PROBLEM DETAILS: Among the lines of the records, please find those that contain the word "lawText" and copy them.

SUPPLIED RECORDS:
......

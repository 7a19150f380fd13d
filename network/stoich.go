package network

import (
	"fmt"
	"math"
	"math/big"
	"strconv"
	"strings"

	"gonum.org/v1/gonum/mat"
)

// Stoichiometry returns the net stoichiometry matrix of m: n[i][j] is the
// net coefficient of species i in reaction j (products minus reactants; a
// reversible reaction is one column). Reactions whose equation does not
// parse get a zero column. The matrix is nil when the model has no species
// or no reactions.
func (m *Model) Stoichiometry() (species []string, reactions []string, n *mat.Dense) {
	net, _ := Check(m)
	return net.Stoichiometry()
}

// Stoichiometry returns the net stoichiometry matrix of the checked
// network, as Model.Stoichiometry describes.
func (net *Net) Stoichiometry() (species []string, reactions []string, n *mat.Dense) {
	m := net.Model
	ix := map[string]int{}
	for i, s := range m.Species {
		species = append(species, s.Name)
		if _, dup := ix[s.Name]; !dup {
			ix[s.Name] = i
		}
	}
	for _, r := range m.Reactions {
		reactions = append(reactions, r.Name)
	}
	if len(species) == 0 || len(reactions) == 0 {
		return species, reactions, nil
	}
	n = mat.NewDense(len(species), len(reactions), nil)
	for _, cr := range net.Reactions {
		j, eq := cr.Index, cr.Equation
		if !cr.EqOK {
			continue
		}
		for _, t := range eq.Reactants {
			if i, ok := ix[t.Species]; ok {
				n.Set(i, j, n.At(i, j)-t.Coef)
			}
		}
		for _, t := range eq.Products {
			if i, ok := ix[t.Species]; ok {
				n.Set(i, j, n.At(i, j)+t.Coef)
			}
		}
	}
	return species, reactions, n
}

// ConservationLaw is a weighted sum of species amounts that no reaction
// changes.
type ConservationLaw struct {
	// Weights has one integer per species of the model, in model order
	// (zero for fixed species and species outside the law).
	Weights []int
	// Text is the law in words, e.g. "E + ES = constant" or
	// "2 A + B = constant".
	Text string
}

// ConservationLaws returns an integer basis of the conserved totals of m:
// the vectors w with w·N = 0, N the stoichiometry over the species that are
// not fixed. The totals are in amounts (concentration × volume of each
// species' compartment): Σ w_i·V_i·[i] stays constant. Their number is the
// number of non-fixed species minus the rank of N. The basis is chosen with
// few negative weights where simple combinations allow. Coefficients are
// taken as the decimals they are written as (0.1 is 1/10). A law whose
// integer weights do not fit in an int (coefficients spanning more than
// about 18 orders of magnitude) is left out rather than listed wrongly.
func (m *Model) ConservationLaws() []ConservationLaw {
	net, _ := Check(m)
	return net.ConservationLaws()
}

// ConservationLaws returns the conserved totals of the checked network, as
// Model.ConservationLaws describes.
func (net *Net) ConservationLaws() []ConservationLaw {
	m := net.Model
	species, _, n := net.Stoichiometry()
	var free []int // non-fixed species
	for i, s := range m.Species {
		if !s.Fixed {
			free = append(free, i)
		}
	}
	if len(free) == 0 {
		return nil
	}
	nr := len(m.Reactions)
	// A = Nᵀ restricted to free species, as rationals.
	rows := make([][]*big.Rat, nr)
	for j := range rows {
		rows[j] = make([]*big.Rat, len(free))
		for k, i := range free {
			x := 0.0
			if n != nil {
				x = n.At(i, j)
			}
			r := new(big.Rat)
			if !math.IsNaN(x) && !math.IsInf(x, 0) {
				// The shortest decimal that reads back as x: a coefficient
				// written 0.1 is the rational 1/10, not the binary
				// fraction nearest to it.
				r.SetString(strconv.FormatFloat(x, 'g', -1, 64))
			}
			rows[j][k] = r
		}
	}
	// Reduced row echelon form.
	var pivots []int
	pr := 0
	for col := 0; col < len(free) && pr < nr; col++ {
		sel := -1
		for r := pr; r < nr; r++ {
			if rows[r][col].Sign() != 0 {
				sel = r
				break
			}
		}
		if sel < 0 {
			continue
		}
		rows[pr], rows[sel] = rows[sel], rows[pr]
		inv := new(big.Rat).Inv(rows[pr][col])
		for k := range rows[pr] {
			rows[pr][k].Mul(rows[pr][k], inv)
		}
		for r := 0; r < nr; r++ {
			if r == pr || rows[r][col].Sign() == 0 {
				continue
			}
			f := new(big.Rat).Set(rows[r][col])
			for k := range rows[r] {
				rows[r][k].Sub(rows[r][k], new(big.Rat).Mul(f, rows[pr][k]))
			}
		}
		pivots = append(pivots, col)
		pr++
	}
	isPivot := make([]bool, len(free))
	for _, p := range pivots {
		isPivot[p] = true
	}
	var basis [][]*big.Int
	for fc := range free {
		if isPivot[fc] {
			continue
		}
		w := make([]*big.Rat, len(free))
		for k := range w {
			w[k] = new(big.Rat)
		}
		w[fc].SetInt64(1)
		for r, p := range pivots {
			w[p].Neg(rows[r][fc])
		}
		basis = append(basis, integerVector(w))
	}
	improveSigns(basis)
	shrink(basis)
	var laws []ConservationLaw
basis:
	for _, b := range basis {
		law := ConservationLaw{Weights: make([]int, len(m.Species))}
		for k, i := range free {
			if !b[k].IsInt64() || int64(int(b[k].Int64())) != b[k].Int64() {
				continue basis // a weight too large for an int: not listed
			}
			law.Weights[i] = int(b[k].Int64())
		}
		law.Text = lawText(m, species, law.Weights)
		laws = append(laws, law)
	}
	return laws
}

// integerVector scales w to coprime integers with a positive first nonzero
// entry.
func integerVector(w []*big.Rat) []*big.Int {
	l := big.NewInt(1)
	for _, x := range w {
		d := x.Denom()
		g := new(big.Int).GCD(nil, nil, l, d)
		l.Mul(l, new(big.Int).Quo(d, g))
	}
	out := make([]*big.Int, len(w))
	g := new(big.Int)
	for k, x := range w {
		v := new(big.Int).Mul(x.Num(), new(big.Int).Quo(l, x.Denom()))
		out[k] = v
		g.GCD(nil, nil, g, new(big.Int).Abs(v))
	}
	if g.Sign() != 0 && g.Cmp(big.NewInt(1)) != 0 {
		for _, v := range out {
			v.Quo(v, g)
		}
	}
	for _, v := range out {
		if v.Sign() != 0 {
			if v.Sign() < 0 {
				for _, u := range out {
					u.Neg(u)
				}
			}
			break
		}
	}
	return out
}

func negatives(v []*big.Int) int {
	c := 0
	for _, x := range v {
		if x.Sign() < 0 {
			c++
		}
	}
	return c
}

// improveSigns adds small multiples of the other basis vectors to each
// vector, and flips signs, while that reduces its number of negative
// entries. The span is unchanged (unimodular steps).
func improveSigns(basis [][]*big.Int) {
	flip := func(v []*big.Int) {
		if negatives(v) > len(v)-negatives(v)-zeros(v) {
			for _, x := range v {
				x.Neg(x)
			}
		}
	}
	for _, v := range basis {
		flip(v)
	}
	for changed, rounds := true, 0; changed && rounds < 10; rounds++ {
		changed = false
		for a := range basis {
			if negatives(basis[a]) == 0 {
				continue
			}
			for b := range basis {
				if a == b {
					continue
				}
				for _, mult := range []int64{1, -1, 2, -2, 3, -3} {
					cand := make([]*big.Int, len(basis[a]))
					for k := range cand {
						cand[k] = new(big.Int).Add(basis[a][k], new(big.Int).Mul(big.NewInt(mult), basis[b][k]))
					}
					if zeros(cand) == len(cand) {
						continue
					}
					flip(cand)
					if negatives(cand) < negatives(basis[a]) {
						basis[a] = cand
						changed = true
						break
					}
				}
			}
		}
	}
}

// shrink subtracts one basis vector from another wherever the result stays
// non-negative, so that laws such as "E + ES" do not carry others along.
func shrink(basis [][]*big.Int) {
	for changed, rounds := true, 0; changed && rounds < 100; rounds++ {
		changed = false
		for a := range basis {
			if negatives(basis[a]) > 0 {
				continue
			}
			for b := range basis {
				if a == b || negatives(basis[b]) > 0 {
					continue
				}
				ok, same := true, true
				for k := range basis[a] {
					c := basis[a][k].Cmp(basis[b][k])
					if c < 0 {
						ok = false
						break
					}
					same = same && c == 0
				}
				if !ok || same {
					continue
				}
				for k := range basis[a] {
					basis[a][k] = new(big.Int).Sub(basis[a][k], basis[b][k])
				}
				changed = true
			}
		}
	}
}

func zeros(v []*big.Int) int {
	c := 0
	for _, x := range v {
		if x.Sign() == 0 {
			c++
		}
	}
	return c
}

func lawText(m *Model, species []string, w []int) string {
	var b strings.Builder
	comps := map[string]bool{}
	for i, x := range w {
		if x == 0 {
			continue
		}
		comps[m.Species[i].Compartment] = true
		a := x
		switch {
		case b.Len() == 0 && x < 0:
			b.WriteString("-")
			a = -x
		case b.Len() > 0 && x < 0:
			b.WriteString(" - ")
			a = -x
		case b.Len() > 0:
			b.WriteString(" + ")
		}
		if a != 1 {
			fmt.Fprintf(&b, "%d ", a)
		}
		b.WriteString(species[i])
	}
	b.WriteString(" = constant")
	if len(comps) > 1 {
		b.WriteString(" (in amounts: concentration × volume)")
	}
	return b.String()
}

......

RESPONSE TO THIS TASK:
		law.Text = lawText(m, species, law.Weights)
func lawText(m *Model, species []string, w []int) string {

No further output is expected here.